Depth estimation is a crucial technology in robotics. Recently, self-supervised depth estimation methods have demonstrated great potential as they can efficiently leverage large amounts of unlabelled real-world data. However, most existing methods are designed under the assumption of static scenes, which hinders their adaptability in dynamic environments. To address this issue, we present Depth, a novel method for self-supervised depth estimation in dynamic scenes. It tackles the challenge of dynamic objects from two key perspectives. First, within the self-supervised framework, we design a reprojection constraint to identify regions likely to contain dynamic objects, allowing the construction of a dynamic mask that mitigates their impact at the loss level. Second, for multi-frame depth estimation, we introduce a cost volume auto-masking strategy that leverages adjacent frames to identify regions associated with dynamic objects and generate corresponding masks. This provides guidance for subsequent processes. Furthermore, we propose a spectral entropy uncertainty module that incorporates spectral entropy to guide uncertainty estimation during depth fusion, effectively addressing issues arising from cost volume computation in dynamic environments. Extensive experiments on KITTI and Cityscapes datasets demonstrate that the proposed method consistently outperforms existing self-supervised monocular depth estimation baselines.

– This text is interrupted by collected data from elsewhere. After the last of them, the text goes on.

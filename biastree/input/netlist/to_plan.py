"""Write an extracted plan as YAML in the plan format, with its sources as comments.

Every mirror, load, device model and the reference carries a comment naming
the netlist instances (and file:line) it came from, so a reviewer can find
each device in the schematic; what was not classified is listed at the top.
Values are SI numbers written with 17 significant digits (exact floats).
"""

from __future__ import annotations

import json
from typing import Any

from biastree.input.cards import portable_path
from biastree.input.netlist.extract import Extraction

_ORDER = ("kind", "model", "library", "section", "include", "card", "is", "beta", "early", "xti", "eg", "xtb", "kp", "vth", "lambda", "w", "l", "tnom", "vth_tc",
          "mobility_exp")
_MIRROR_KEYS = ("device", "topology", "input_size", "helper_size", "bleed", "degeneration", "bias_current", "swing_n")


def _scalar(value: Any) -> str:
    if isinstance(value, bool):
        return "true" if value else "false"
    if isinstance(value, (int, float)):
        return repr(float(value)) if isinstance(value, float) else str(value)
    if isinstance(value, (list, tuple)):
        return "[" + ", ".join(_scalar(v) for v in value) + "]"
    return json.dumps(str(value), ensure_ascii=False)


def _flow(mapping: dict[str, Any], order: tuple[str, ...] = ()) -> str:
    keys = [k for k in order if k in mapping] + [k for k in mapping if k not in order]
    return "{" + ", ".join(f"{k}: {_scalar(mapping[k])}" for k in keys) + "}"


def _comment(lines: list[str], width: int = 6) -> str:
    if not lines:
        return ""
    shown = lines[:width] + ([f"… {len(lines) - width} more"] if len(lines) > width else [])
    return "  # " + "; ".join(shown)


def to_plan_yaml(ext: Extraction, header: list[str] | None = None) -> str:
    """The plan of an extraction as YAML text (loadable by ``biastree.load``)."""
    plan, origins = ext.plan, ext.origins
    out = [f"# {line}" for line in (header or [])]
    if ext.findings:
        out.append(f"# Not audited or assumed ({len(ext.findings)}):")
        out += [f"#   {f.format()}" for f in ext.findings]
    out.append(f"title: {_scalar(plan['title'])}")
    out.append(f"supply: {_scalar(plan['supply'])}")
    out.append(f"temperature: {_scalar(plan['temperature'])}")
    out.append("devices:")
    for name, dev in plan["devices"].items():
        dev = {k: portable_path(v) if k in ("library", "include") else v for k, v in dev.items()}
        out.append(f"  {_scalar(name)}: {_flow(dev, _ORDER)}{_comment(origins.get(f'devices.{name}', []))}")
    out.append(f"reference: {_flow(plan['reference'])}{_comment(origins.get('reference', []))}")
    out.append("mirrors:")
    for name, spec in plan["mirrors"].items():
        out.append(f"  {_scalar(name)}:{_comment(origins.get(f'mirrors.{name}', []), 12)}")
        for key in _MIRROR_KEYS:
            if key in spec:
                out.append(f"    {key}: {_scalar(spec[key])}")
        out.append("    branches:")
        for k, branch in enumerate(spec["branches"]):
            where = ext.branch_origin.get((name, k))
            out.append(f"      - {_flow(branch)}" + (f"  # {where}" if where else ""))
    out.append("loads:")
    for name, load in plan["loads"].items():
        out.append(f"  {_scalar(name)}: {_flow(load, ('current', 'tolerance', 'voltage'))}"
                   f"{_comment(origins.get(f'loads.{name}', []))}")
    for key in ("conditions", "spread", "matched"):  # from the annotation file, as JSON flow (valid YAML)
        if plan.get(key):
            out.append(f"{key}: {json.dumps(plan[key], ensure_ascii=False)}")
    fp = plan.get("floorplan")
    if fp:
        out.append("floorplan:  # remote output devices: rail offset and temperature read from the netlist")
        out.append(f"  remote: {_scalar(fp['remote'])}")
        out.append("  offsets:")
        for name, off in fp["offsets"].items():
            out.append(f"    {_scalar(name)}: {_flow(off)}")
    return "\n".join(out) + "\n"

Code is available at \url{https://github.com/Csyunling/D3epth}.

Paper Structure

This paper contains 15 sections, 18 equations, 4 figures, 4 tables.

Figures (4)

  • Figure 1: Overall framework of the proposed D3epth. We propose a Dynamic Mask (DM) within the self-supervised framework by masking regions that are likely to be dynamic objects, identified where both reprojection losses exhibit high values. Additionally, we tackle the issue of dynamic objects from the perspective of depth estimation in DepthNet, focusing primarily on multi-frame depth estimation.
  • Figure 2: Comparison of our D3epth with Monodepth2. The upper part of the figure illustrates the typical occlusion scenario addressed by Monodepth2. Both our method and Monodepth2 can handle this situation. However, the lower part of the figure depicts a case where Monodepth2 fails to resolve, as it relies on the minimum of two reprojection losses. In contrast, our method effectively addresses this issue by performing an additional calculation of a Dynamic Mask (DM) to correct the loss.
  • Figure 3: Overall framework of DepthNet in our D3epth. It consists of three main modules: single-frame depth estimation (MonoDepth), multi-frame depth estimation (MultiDepth), and Spectral Entropy Uncertainty (SEU) module. Cost Volume Auto-Masking is applied before computing the cost volume to filter out regions affected by dynamic objects and to guide subsequent processing. And the SEU module leverages the guidance from Cost Volume Auto-Masking and incorporates spectral entropy to enrich the information. This combined approach enhances uncertainty estimation and improves the fusion of MonoDepth and MultiDepth.
  • Figure 4: Qualitative results of D3epth and the baseline on Cityscapes dataset. The first row displays the input images, the second row shows the baseline results, and the third row presents the outputs of our D3epth.